Would also like to know if you book your campsites online or call? Would like your input! Thanks and happy camping.
Coloradoos


----------



## camptails (Jan 18, 2005)

Congratulations on your new Outback. We went from a tent trailer to a 25 one year ago. I would recommend Loop E at Golden Gate State park I like 45, 52 or 53. Most of the others to me are not real private. Unlike other SP's this one is surrounded by private property that is being occupied or has access roads on it. It seems like 50 yards from the campsites you are either on a gravel road or in someones back yard. The north side of Racoon trail is beautiful when the wildflowers are out.
Steamboat Lake is one of my favorites but a long haul from Denver. Most sites in the Wheeler loop are desireable such as 130. I think all have electric hook up in Wheeler. Arlo Arnica sites are a bit closer to the water but they might get a little tight in manuvering your 25. When I was there it was mostly populated by tent trailers. Pearl Lake State Park is close by and if you don't care about hookups you will find it a hidden treasure for camping. The ambiance of the forest and lake are outstanding. I would camp there instead of Steamboat Lake if I go again.

Camptails action


----------



## coloradoos (Mar 13, 2006)

camptails said:


> Congratulations on your new Outback. We went from a tent trailer to a 25 one year ago. I would recommend Loop E at Golden Gate State park I like 45, 52 or 53. Most of the others to me are not real private. Unlike other SP's this one is surrounded by private property that is being occupied or has access roads on it. It seems like 50 yards from the campsites you are either on a gravel road or in someones back yard. The north side of Racoon trail is beautiful when the wildflowers are out.
> Steamboat Lake is one of my favorites but a long haul from Denver. Most sites in the Wheeler loop are desireable such as 130. I think all have electric hook up in Wheeler. Arlo Arnica sites are a bit closer to the water but they might get a little tight in manuvering your 25. When I was there it was mostly populated by tent trailers. Pearl Lake State Park is close by and if you don't care about hookups you will find it a hidden treasure for camping. The ambiance of the forest and lake are outstanding. I would camp there instead of Steamboat Lake if I go again.
> 
> Camptails action
> [snapback]98913[/snapback]​


Thank you for you input. We will look into Pearl Lake!


----------



## Castle Rock Outbackers (Jan 18, 2004)

I second Loop E at Golden Gate (in fact, loop E is where the 2006 Rocky Mountain Rally is this year). If not loop E (since it fills so quickly), I would also suggest loop B, but it fills fast, too.

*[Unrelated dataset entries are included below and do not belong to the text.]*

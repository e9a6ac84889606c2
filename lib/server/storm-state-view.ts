import { findStorm, findStormDataVersion, listTrucksOut, type StormRecord } from '@/db/queries/storm-state';
import { salts, type Salt } from '@/lib/brine/salts';
import { type PlanRecord } from '@/db/queries/storm-plans';
import { packSteps, toStep } from '@/lib/contracts/packed-steps';
import { perUnit, plannedActions, precipitationWords, StormStateView } from '@/lib/contracts/storm-state';
import { Problem } from '@/lib/problem';
import { seriesOf } from '@/lib/treatment/project-storm';
import { projectRoads, type ProjectedRoad } from './storm-projection';
import { readStormFacts, seenAtOf, type StormFacts } from './storm-inputs';

interface Built {
  version: string;
  text: Promise<string>;
}

// One copy for pages and route handlers, which the bundler gives a module each.
const shared = globalThis as typeof globalThis & { rimewrightStormStates?: Map<number, Built> };
const mostKept = 4;

const at = (date: Date | null) => date?.getTime() ?? null;
const rowOf = (values: ArrayLike<number>, scale: number) =>
  packSteps(
    Int16Array.from(values, (value) => toStep(value, scale)),
    values.length,
  );

function joined(rows: readonly Int16Array[], rowLength: number): string {
  const all = new Int16Array(rows.length * rowLength);
  rows.forEach((row, index) => all.set(row, index * rowLength));
  return packSteps(all, rowLength);
}

function presentStations(facts: StormFacts): StormStateView['stations'] {
  return seriesOf({ ...facts, nowAt: facts.seenAt }).map((series, index) => ({
    id: series.stationId,
    name: facts.stations[index]?.name ?? '',
    status: series.status,
    newestAt: series.newestAt,
    tempC: rowOf(series.tempsC, perUnit.tempC),
    errorC: rowOf(series.errorC, perUnit.tempC),
    precipitationMm: rowOf(series.precipitationMm, perUnit.precipitationMm),
    precipitationTypes: series.precipitationTypes.map((type) => precipitationWords.indexOf(type)),
  }));
}

/** The plan that the screen speaks of: the newest version. */
const shownPlan = ({ plans }: StormFacts) =>
  plans.reduce<PlanRecord | null>((newest, plan) => (newest && newest.version > plan.version ? newest : plan), null);

const presentPlan = ({ id, version, passNumber, publishedAt }: PlanRecord) => ({
  id,
  version,
  passNumber,
  publishedAt: at(publishedAt),
});

function presentPlanned(facts: StormFacts): StormStateView['planned'] {
  const plan = shownPlan(facts);
  if (!plan) return null;
  const own = facts.planned.filter((planned) => planned.planId === plan.id);
  const bySegment = new Map(own.map((planned) => [planned.segmentId, planned]));
  const rows = facts.roads.map((road) => bySegment.get(road.id) ?? null);
  const materialIds = [...facts.materials.keys()];
  const reasonTexts = [...new Set(rows.map((row) => row?.reason ?? ''))];
  const placeOfReason = new Map(reasonTexts.map((text, index) => [text, index]));
  return {
    actions: rows.map((row) => (row ? plannedActions.indexOf(row.action) : -1)),
    materials: rows.map((row) => (row?.materialId ? materialIds.indexOf(row.materialId) : -1)),
    ratesGPerM2: rows.map((row) => row?.rateGPerM2 ?? null),
    ratesMlPerM2: rows.map((row) => row?.rateMlPerM2 ?? null),
    isPloughed: rows.map((row) => (row?.isPloughed ? 1 : 0)),
    reasons: rows.map((row) => placeOfReason.get(row?.reason ?? '') ?? 0),
    reasonTexts,
  };
}

function presentLast(facts: StormFacts): Pick<StormStateView, 'last' | 'treatedThisPass'> {
  const indexById = new Map(facts.roads.map((road, index) => [road.id, index]));
  const newest = new Map<number, StormStateView['last'][number]>();
  const passStart = facts.passes.findLast((pass) => pass.startsAt.getTime() <= facts.seenAt)?.startsAt;
  const treated = new Set<number>();
  for (const entry of facts.treated) {
    const index = indexById.get(entry.segmentId);
    if (index === undefined || entry.spreadAt < facts.storm.fromAt) continue;
    const { outcome, materialName, rateGPerM2, truckNumber } = entry;
    newest.set(index, { index, at: entry.spreadAt.getTime(), outcome, materialName, rateGPerM2, truckNumber });
    if (passStart && entry.spreadAt >= passStart && outcome !== 'skipped') treated.add(index);
  }
  return { last: [...newest.values()], treatedThisPass: treated.size };
}

const statusDigit = { current: '0', stale: '1', missing: '2' } as const;

function presentRoads(projected: readonly ProjectedRoad[], { axis, arrivals, roads, stations }: StormFacts) {
  const stationIds = stations.map((station) => station.id);
  const column = (of: (road: ProjectedRoad) => Int16Array) => joined(projected.map(of), axis.count);
  return {
    marginC: column((road) => road.columns.marginC),
    pavementC: column((road) => Int16Array.from(road.carried.tempsC, (tempC) => toStep(tempC, perUnit.tempC))),
    waterMm: column((road) => road.columns.waterMm),
    massFraction: column((road) => road.columns.massFraction),
    holdSteps: column((road) => road.columns.holdSteps),
    statuses: projected.map((road) => statusDigit[road.carried.status]).join(''),
    stationOf: projected.map((road) => stationIds.indexOf(road.carried.stationIds[0] ?? -1)),
    arrivalMin: roads.map((road) => {
      const offsetMin = arrivals.get(road.id)?.offsetMin;
      return offsetMin === undefined ? null : Math.round(offsetMin);
    }),
    truckOf: roads.map((road) => arrivals.get(road.id)?.truckNumber ?? null),
  };
}

function mainSaltOf(composition: Readonly<Partial<Record<Salt, number>>>): Salt | null {
  return salts.reduce<Salt | null>(
    (main, salt) => ((composition[salt] ?? 0) > (main ? (composition[main] ?? 0) : 0) ? salt : main),
    null,
  );
}

async function present(storm: StormRecord, now: Date, dataVersion: string): Promise<string> {
  const [facts, trucks] = await Promise.all([readStormFacts(storm, now), storm.closedAt ? [] : listTrucksOut()]);
  const plan = shownPlan(facts);
  const view: StormStateView = {
    stormId: storm.id,
    number: storm.number,
    name: storm.name,
    isClosed: storm.closedAt !== null,
    dataVersion,
    nowAt: facts.seenAt,
    axis: facts.axis,
    segmentIds: facts.roads.map((road) => road.id),
    ...presentRoads(projectRoads(facts), facts),
    stations: presentStations(facts),
    forecastIssuedAt: facts.forecastIssuedAt,
    passes: facts.passes.map(({ number, startsAt }) => ({ number, startsAt: startsAt.getTime() })),
    materials: [...facts.materials.values()].map(({ id, name, form, composition }) => ({
      id,
      name,
      form,
      mainSalt: mainSaltOf(composition),
    })),
    plan: plan && presentPlan(plan),
    plans: facts.plans.map(presentPlan),
    planned: presentPlanned(facts),
    ...presentLast(facts),
    trucksOut: trucks.map((truck) => ({ ...truck, lastLoggedAt: at(truck.lastLoggedAt) })),
  };
  return JSON.stringify(StormStateView.parse(view));
}

/**
 * A storm's state as JSON text, computed once for each version of its data and each ten minutes of the clock. Those who
 * ask meanwhile wait for the same computation.
 */
export async function readStormStateText({ id, now }: { id: number; now: Date }): Promise<Built> {
  const storm = await findStorm({ id });
  if (!storm) throw new Problem('not-found', { what: 'storm' });
  const seen = seenAtOf(storm, now);
  const data = await findStormDataVersion({ stormId: id, fromAt: new Date(storm.fromAt.getTime() - 3 * 3_600_000) });
  const version = `${id}-${data}-${Math.floor(seen.getTime() / 600_000)}`;
  const states = (shared.rimewrightStormStates ??= new Map<number, Built>());
  const known = states.get(id);
  if (known?.version === version) return known;
  const built = { version, text: present(storm, now, version) };
  states.delete(id);
  states.set(id, built);
  for (const oldest of [...states.keys()].slice(0, Math.max(0, states.size - mostKept))) states.delete(oldest);
  // A failure is not kept: the next one who asks tries again.
  built.text.catch(() => states.get(id) === built && states.delete(id));
  return built;
}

Here is Loop B site 10 at Golden Gate:










As far as Steamboat Lake, we stayed in Yalo Yarrow in site 104. If you can. get a lakeside site in this loop (sites 106 through 110). Even though we did not get lakeside, we had a great view and a nice big site:



















For booking sites, I use Reserve America exclusively. If the site is dry, I also call the campground directly to confrim (or deny) that water is available onsite. Websites do not always get updated.

Randy


----------



## coloradoos (Mar 13, 2006)

Castle Rock Outbackers said:


> I second Loop E at Golden Gate (in fact, loop E is where the 2006 Rocky Mountain Rally is this year). If not loop E (since it fills so quickly), I would also suggest loop B, but it fills fast, too.
> 
> Here is Loop B site 10 at Golden Gate:
> 
> ...










Great pictures! Thanks for the great information. action 
coloradoos


----------



## campmg (Dec 24, 2005)

Castle Rock - that is one nice picture.


----------